Produce the records below again, word for word, but stop after the line that contains "if math.Abs(v-n.mu[i]) >".
___ DATA FOR THIS EXERCISE
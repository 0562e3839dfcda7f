package fitrun

import (
	"bytes"
	"context"
	"encoding/json"
	"math"
	"math/rand/v2"
	"os"
	"path/filepath"
	"strings"
	"testing"
	"time"

	"tautline/chains"
	"tautline/rundir"
	"tautline/sampler"
)

// normals is a product of independent normal likelihoods N(mu_i, sd_i)
// under a uniform prior box of +-10 sd, so wide that the posterior is the
// normal itself to better than 1e-20.
type normals struct{ mu, sd []float64 }

func (n normals) Dim() int { return len(n.mu) }
func (n normals) Draw(r *rand.Rand, x []float64) {
	for i := range x {
		x[i] = n.mu[i] + n.sd[i]*(20*r.Float64()-10)
	}
}
func (n normals) LogPrior(x []float64) float64 {
	lp := 0.0
	for i, v := range x {
		if math.Abs(v-n.mu[i]) > 10*n.sd[i] {
			return math.Inf(-1)
		}
		lp -= math.Log(20 * n.sd[i])
	}
	return lp
}
func (n normals) LogLike(x []float64) float64 {
	ll := 0.0
	for i, v := range x {
		z := (v - n.mu[i]) / n.sd[i]
		ll -= 0.5 * z * z
	}
	return ll
}

var target = normals{mu: []float64{1, -2}, sd: []float64{0.5, 2}}

func problem() Problem {
	return Problem{Target: target, Names: []string{"a", "b"},
		Meta:       chains.Meta{Version: "test", Seed: 7, Start: time.Now(), Outputs: rundir.FitOutputs()},
		Likelihood: Likelihood{BandwidthRule: "scott", Bandwidths: []float64{0.1}, AboveRangePenalty: 3}}
}

func settings(out string, steps int) Settings {
	return Settings{Sampler: sampler.Config{Walkers: 16, Seed: 7, Workers: 1, Fingerprint: "fp"},
		Steps: steps, Burn: -1, CheckpointEvery: 100, FlushEvery: 50, Out: out}
}

// TestRunNormal: the summary of a fit of a normal target matches the normal
// distribution's median and central 68 % interval (mu +- 0.9945 sd, the
// 0.16 and 0.84 quantiles of the standard normal; handbook value), and
// every file of the fit folder is written.
func TestRunNormal(t *testing.T) {
	out := t.TempDir()
	res, err := Run(context.Background(), problem(), settings(out, 3000))
	if err != nil {
		t.Fatal(err)
	}
	if res.Samples == 0 || len(res.Summary) != 2 {
		t.Fatalf("got %d samples, %d summaries", res.Samples, len(res.Summary))
	}
	const z84 = 0.994458 // standard normal quantile at 0.84
	for k, s := range res.Summary {
		mu, sd := target.mu[k], target.sd[k]
		// 16 walkers x ~2700 steps with tau of a few tens leave over a
		// thousand independent samples: the quantiles' standard errors are
		// below 0.05 sd, and 0.2 sd is four of them.
		for _, c := range []struct {
			name      string
			got, want float64
		}{{"median", s.Median, mu}, {"lo68", s.Lo68, mu - z84*sd}, {"hi68", s.Hi68, mu + z84*sd}, {"std", s.Std, sd}} {
			if math.Abs(c.got-c.want) > 0.2*sd {
				t.Errorf("%s %s = %.4f, want %.4f (normal)", s.Name, c.name, c.got, c.want)
			}
		}
	}
	for _, f := range []string{rundir.ChainFile, rundir.PosteriorFile, rundir.SummaryFile, rundir.MetaFile, rundir.CheckpointFile} {
		if _, err := os.Stat(filepath.Join(out, f)); err != nil {
			t.Errorf("missing %s: %v", f, err)
		}
	}
	m, err := chains.ReadMeta(filepath.Join(out, rundir.MetaFile))
	if err != nil {
		t.Fatal(err)
	}
	if m.Status != res.Sampler.Status.String() || m.Sampling == nil || m.Sampling.PosteriorSamples != res.Samples ||
		m.Sampling.Steps != 3000 || m.Sampling.AboveRangePenalty != 3 || len(m.Sampling.Acceptance) != 16 {
		t.Errorf("meta.json status %q sampling %+v", m.Status, m.Sampling)
	}
	raw, err := os.ReadFile(filepath.Join(out, rundir.SummaryFile))
	if err != nil {
		t.Fatal(err)
	}
	// summary.json's members are in alphabetical order, as a generic map
	// would write them.
	if !bytes.HasPrefix(raw, []byte("{\n  \"burn\": ")) {
		t.Errorf("summary.json does not start with burn:\n%.80s", raw)
	}
	var sum rundir.Summary
	if err := json.Unmarshal(raw, &sum); err != nil || sum.Samples != res.Samples {
		t.Errorf("summary.json: %v, %d samples", err, sum.Samples)
	}
}

// TestResume: a run cancelled midway and resumed gives the bytes of a run
// that never stopped; a second fresh run in the same folder is refused.
func TestResume(t *testing.T) {
	const steps = 600
	whole := t.TempDir()
	if _, err := Run(context.Background(), problem(), settings(whole, steps)); err != nil {
		t.Fatal(err)
	}
	split := t.TempDir()
	ctx, cancel := context.WithCancel(context.Background())
	s := settings(split, steps)
	s.Reporter.Step = func(n int) {
		if n == 230 {
			cancel()
		}
	}
	_, err := Run(ctx, problem(), s)
	if err == nil || !strings.Contains(err.Error(), "interrupted at step 230") {
		t.Fatalf("cancelled run: %v", err)
	}
	if m, err := chains.ReadMeta(filepath.Join(split, rundir.MetaFile)); err != nil || m.Status != "interrupted" {
		t.Fatalf("meta after interruption: %v, %+v", err, m)
	}
	_, err = Run(context.Background(), problem(), settings(split, steps))
	if err == nil || !strings.Contains(err.Error(), "exists: this folder holds a run already") {
		t.Fatalf("fresh run over a checkpoint: %v", err)
	}
	s = settings(split, steps)
	s.Resume = true
	var logged string
	s.Reporter.Infof = func(f string, a ...any) { logged = f }
	if _, err := Run(context.Background(), problem(), s); err != nil {
		t.Fatal(err)
	}
	if !strings.HasPrefix(logged, "resuming from step") {
		t.Errorf("no resume log line, got %q", logged)
	}
	for _, f := range []string{rundir.ChainFile, rundir.PosteriorFile, rundir.SummaryFile} {
		a, errA := os.ReadFile(filepath.Join(whole, f))
		b, errB := os.ReadFile(filepath.Join(split, f))
		if errA != nil || errB != nil || !bytes.Equal(a, b) {
			t.Errorf("%s differs between the whole and the resumed run (%v, %v)", f, errA, errB)
		}
	}
	other := settings(split, steps)
	other.Resume, other.Sampler.Fingerprint = true, "another"
	if _, err := Run(context.Background(), problem(), other); err == nil || !strings.Contains(err.Error(), "was the configuration or data changed") {
		t.Errorf("resume with another fingerprint: %v", err)
	}
}
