package fitrun

import (
	"bytes"
	"context"
	"os"
	"path/filepath"
	"strings"
	"testing"
	"time"

	"tautline/rundir"
)

// TestStaleTemporaries: temporaries that a killed writer left (older than
// the run) are removed and logged when a run resumes in its folder or
// starts in it afresh, a recent one and other hidden files are kept, and
// the outputs are byte-identical to those of a run that was never
// interrupted.
func TestStaleTemporaries(t *testing.T) {
	const steps = 300
	whole := t.TempDir()
	if _, err := Run(context.Background(), problem(), settings(whole, steps)); err != nil {
		t.Fatal(err)
	}
	plant := func(dir string, age time.Duration, names ...string) {
		for _, n := range names {
			p := filepath.Join(dir, n)
			if err := os.WriteFile(p, []byte("half-written"), 0o644); err != nil {
				t.Fatal(err)
			}
			when := time.Now().Add(-age)
			if err := os.Chtimes(p, when, when); err != nil {
				t.Fatal(err)
			}
		}
	}
	stale := []string{".checkpoint.bin.tmp-1", ".posterior.npy.tmp-2", ".summary.json.tmp-3", ".meta.json.tmp-4", ".chain.csv.tmp-5"}
	for _, resume := range []bool{true, false} {
		dir := t.TempDir()
		if resume {
			ctx, cancel := context.WithCancel(context.Background())
			s := settings(dir, steps)
			s.Reporter.Step = func(n int) {
				if n == 120 {
					cancel()
				}
			}
			if _, err := Run(ctx, problem(), s); err == nil {
				t.Fatal("the cancelled run did not stop")
			}
		}
		plant(dir, time.Hour, stale...)
		plant(dir, -time.Hour, ".meta.json.tmp-future") // written after this run started: not stale
		plant(dir, time.Hour, ".notes.tmp-6")           // not a temporary of a fit file
		s := settings(dir, steps)
		s.Resume = resume
		var warned string
		s.Reporter.Warnf = func(f string, a ...any) { warned = f }
		if _, err := Run(context.Background(), problem(), s); err != nil {
			t.Fatal(err)
		}
		for _, n := range stale {
			if _, err := os.Stat(filepath.Join(dir, n)); !os.IsNotExist(err) {
				t.Errorf("resume %v: %s is left (%v)", resume, n, err)
			}
		}
		for _, n := range []string{".meta.json.tmp-future", ".notes.tmp-6"} {
			if _, err := os.Stat(filepath.Join(dir, n)); err != nil {
				t.Errorf("resume %v: %s was removed", resume, n)
			}
		}
		if !strings.Contains(warned, "stale temporaries") {
			t.Errorf("resume %v: no log of the removal, got %q", resume, warned)
		}
		for _, f := range []string{rundir.ChainFile, rundir.PosteriorFile, rundir.SummaryFile} {
			a, errA := os.ReadFile(filepath.Join(whole, f))
			b, errB := os.ReadFile(filepath.Join(dir, f))
			if errA != nil || errB != nil || !bytes.Equal(a, b) {
				t.Errorf("resume %v: %s differs from the uninterrupted run (%v, %v)", resume, f, errA, errB)
			}
		}
	}
}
______
PROBLEM SOLUTION:
repository 0562e3839dfcda7f
package fitrun

import (
	"bytes"
	"context"
	"encoding/json"
	"math"
	"math/rand/v2"
	"os"
	"path/filepath"
	"strings"
	"testing"
	"time"

	"tautline/chains"
	"tautline/rundir"
	"tautline/sampler"
)

// normals is a product of independent normal likelihoods N(mu_i, sd_i)
// under a uniform prior box of +-10 sd, so wide that the posterior is the
// normal itself to better than 1e-20.
type normals struct{ mu, sd []float64 }

func (n normals) Dim() int { return len(n.mu) }
func (n normals) Draw(r *rand.Rand, x []float64) {
	for i := range x {
		x[i] = n.mu[i] + n.sd[i]*(20*r.Float64()-10)
	}
}
func (n normals) LogPrior(x []float64) float64 {
	lp := 0.0
	for i, v := range x {
		if math.Abs(v-n.mu[i]) > 10*n.sd[i] {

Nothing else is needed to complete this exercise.